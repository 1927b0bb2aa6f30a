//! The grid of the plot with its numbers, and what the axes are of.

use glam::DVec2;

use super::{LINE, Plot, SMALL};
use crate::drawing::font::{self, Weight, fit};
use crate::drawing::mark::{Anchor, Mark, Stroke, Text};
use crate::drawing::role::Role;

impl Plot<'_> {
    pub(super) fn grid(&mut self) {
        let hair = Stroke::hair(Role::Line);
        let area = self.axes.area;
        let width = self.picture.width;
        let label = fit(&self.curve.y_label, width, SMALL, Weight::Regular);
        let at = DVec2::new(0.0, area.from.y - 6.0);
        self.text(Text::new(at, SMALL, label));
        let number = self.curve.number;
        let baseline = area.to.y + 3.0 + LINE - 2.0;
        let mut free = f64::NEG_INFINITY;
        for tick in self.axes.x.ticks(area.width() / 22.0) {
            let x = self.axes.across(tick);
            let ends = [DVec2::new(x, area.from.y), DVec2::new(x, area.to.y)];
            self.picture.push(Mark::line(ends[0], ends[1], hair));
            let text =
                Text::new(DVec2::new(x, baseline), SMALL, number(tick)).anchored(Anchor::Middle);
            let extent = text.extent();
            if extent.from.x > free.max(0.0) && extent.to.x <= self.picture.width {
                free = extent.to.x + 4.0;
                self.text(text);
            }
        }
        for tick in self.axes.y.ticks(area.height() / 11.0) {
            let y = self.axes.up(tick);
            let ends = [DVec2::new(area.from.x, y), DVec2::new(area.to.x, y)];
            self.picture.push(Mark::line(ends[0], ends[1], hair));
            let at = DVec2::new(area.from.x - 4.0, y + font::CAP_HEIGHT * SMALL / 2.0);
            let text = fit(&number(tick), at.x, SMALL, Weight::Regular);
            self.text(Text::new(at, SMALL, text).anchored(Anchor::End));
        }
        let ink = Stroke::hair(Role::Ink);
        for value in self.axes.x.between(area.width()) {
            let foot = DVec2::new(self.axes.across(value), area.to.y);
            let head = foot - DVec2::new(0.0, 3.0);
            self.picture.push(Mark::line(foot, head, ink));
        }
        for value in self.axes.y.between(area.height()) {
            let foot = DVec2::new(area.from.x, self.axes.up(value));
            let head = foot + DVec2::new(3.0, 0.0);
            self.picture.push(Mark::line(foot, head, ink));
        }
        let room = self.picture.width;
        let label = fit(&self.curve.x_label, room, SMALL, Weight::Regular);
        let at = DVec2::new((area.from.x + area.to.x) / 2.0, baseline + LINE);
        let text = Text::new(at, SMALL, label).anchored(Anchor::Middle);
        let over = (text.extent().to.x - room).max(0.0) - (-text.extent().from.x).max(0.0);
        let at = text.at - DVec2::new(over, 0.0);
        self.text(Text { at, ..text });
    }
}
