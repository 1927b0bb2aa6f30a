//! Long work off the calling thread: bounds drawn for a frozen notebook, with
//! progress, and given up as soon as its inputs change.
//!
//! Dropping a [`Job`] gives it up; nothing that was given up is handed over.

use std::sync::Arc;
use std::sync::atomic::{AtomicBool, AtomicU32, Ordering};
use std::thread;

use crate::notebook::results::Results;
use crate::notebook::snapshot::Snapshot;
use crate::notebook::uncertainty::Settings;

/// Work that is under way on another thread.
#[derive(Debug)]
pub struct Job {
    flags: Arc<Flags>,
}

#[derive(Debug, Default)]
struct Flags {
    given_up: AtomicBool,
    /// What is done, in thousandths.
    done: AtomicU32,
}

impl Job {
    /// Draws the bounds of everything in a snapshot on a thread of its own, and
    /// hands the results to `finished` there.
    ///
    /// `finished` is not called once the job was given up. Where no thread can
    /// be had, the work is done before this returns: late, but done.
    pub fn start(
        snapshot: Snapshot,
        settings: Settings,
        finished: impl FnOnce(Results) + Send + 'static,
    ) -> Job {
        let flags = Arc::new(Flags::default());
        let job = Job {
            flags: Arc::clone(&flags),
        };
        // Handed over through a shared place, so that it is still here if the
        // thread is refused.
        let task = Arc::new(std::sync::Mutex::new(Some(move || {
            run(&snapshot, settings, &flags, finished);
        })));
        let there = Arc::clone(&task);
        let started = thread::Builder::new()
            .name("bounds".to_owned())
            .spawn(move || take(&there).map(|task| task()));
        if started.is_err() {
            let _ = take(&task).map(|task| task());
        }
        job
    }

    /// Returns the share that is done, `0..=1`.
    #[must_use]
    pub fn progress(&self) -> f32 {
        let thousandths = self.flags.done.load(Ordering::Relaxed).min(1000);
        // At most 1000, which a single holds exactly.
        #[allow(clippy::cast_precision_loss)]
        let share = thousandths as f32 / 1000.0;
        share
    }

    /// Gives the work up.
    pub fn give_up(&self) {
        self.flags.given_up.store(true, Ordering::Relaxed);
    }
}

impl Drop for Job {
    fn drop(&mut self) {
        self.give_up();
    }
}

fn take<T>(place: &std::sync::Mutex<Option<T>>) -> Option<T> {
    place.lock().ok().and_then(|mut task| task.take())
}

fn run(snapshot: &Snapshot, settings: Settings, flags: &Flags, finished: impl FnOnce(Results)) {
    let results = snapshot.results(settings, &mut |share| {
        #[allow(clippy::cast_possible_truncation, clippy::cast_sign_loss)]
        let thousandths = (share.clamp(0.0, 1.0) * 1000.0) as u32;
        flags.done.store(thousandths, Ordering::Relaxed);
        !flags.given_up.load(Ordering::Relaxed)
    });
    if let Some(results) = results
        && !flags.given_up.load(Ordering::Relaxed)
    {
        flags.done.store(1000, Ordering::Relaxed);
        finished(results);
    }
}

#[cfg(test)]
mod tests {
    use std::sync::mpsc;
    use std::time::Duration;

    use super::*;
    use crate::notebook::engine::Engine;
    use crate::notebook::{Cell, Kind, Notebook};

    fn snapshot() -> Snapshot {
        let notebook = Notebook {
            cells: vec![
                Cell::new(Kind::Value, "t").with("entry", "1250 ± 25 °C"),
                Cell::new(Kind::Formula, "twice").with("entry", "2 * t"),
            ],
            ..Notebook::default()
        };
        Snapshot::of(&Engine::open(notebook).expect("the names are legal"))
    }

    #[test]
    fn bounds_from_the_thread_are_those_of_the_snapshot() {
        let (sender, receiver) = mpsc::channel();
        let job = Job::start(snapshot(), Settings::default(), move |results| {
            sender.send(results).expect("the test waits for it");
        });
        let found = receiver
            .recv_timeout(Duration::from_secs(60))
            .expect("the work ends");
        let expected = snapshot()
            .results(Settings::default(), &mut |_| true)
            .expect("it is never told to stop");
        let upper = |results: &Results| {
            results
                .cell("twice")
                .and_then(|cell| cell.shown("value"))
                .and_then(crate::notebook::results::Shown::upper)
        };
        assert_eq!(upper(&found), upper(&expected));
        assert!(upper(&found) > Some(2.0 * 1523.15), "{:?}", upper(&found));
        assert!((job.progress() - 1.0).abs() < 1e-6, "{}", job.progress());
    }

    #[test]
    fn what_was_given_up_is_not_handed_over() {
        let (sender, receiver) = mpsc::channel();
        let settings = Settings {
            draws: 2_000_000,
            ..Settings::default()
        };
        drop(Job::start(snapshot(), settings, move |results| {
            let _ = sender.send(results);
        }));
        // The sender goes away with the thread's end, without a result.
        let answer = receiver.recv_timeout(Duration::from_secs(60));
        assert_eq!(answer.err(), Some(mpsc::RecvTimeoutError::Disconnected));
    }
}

> [What this task involves]: Go through the records above and return each line in which the word "store" occurs.

> [Reply]:
        self.flags.given_up.store(true, Ordering::Relaxed);
        flags.done.store(thousandths, Ordering::Relaxed);
        flags.done.store(1000, Ordering::Relaxed);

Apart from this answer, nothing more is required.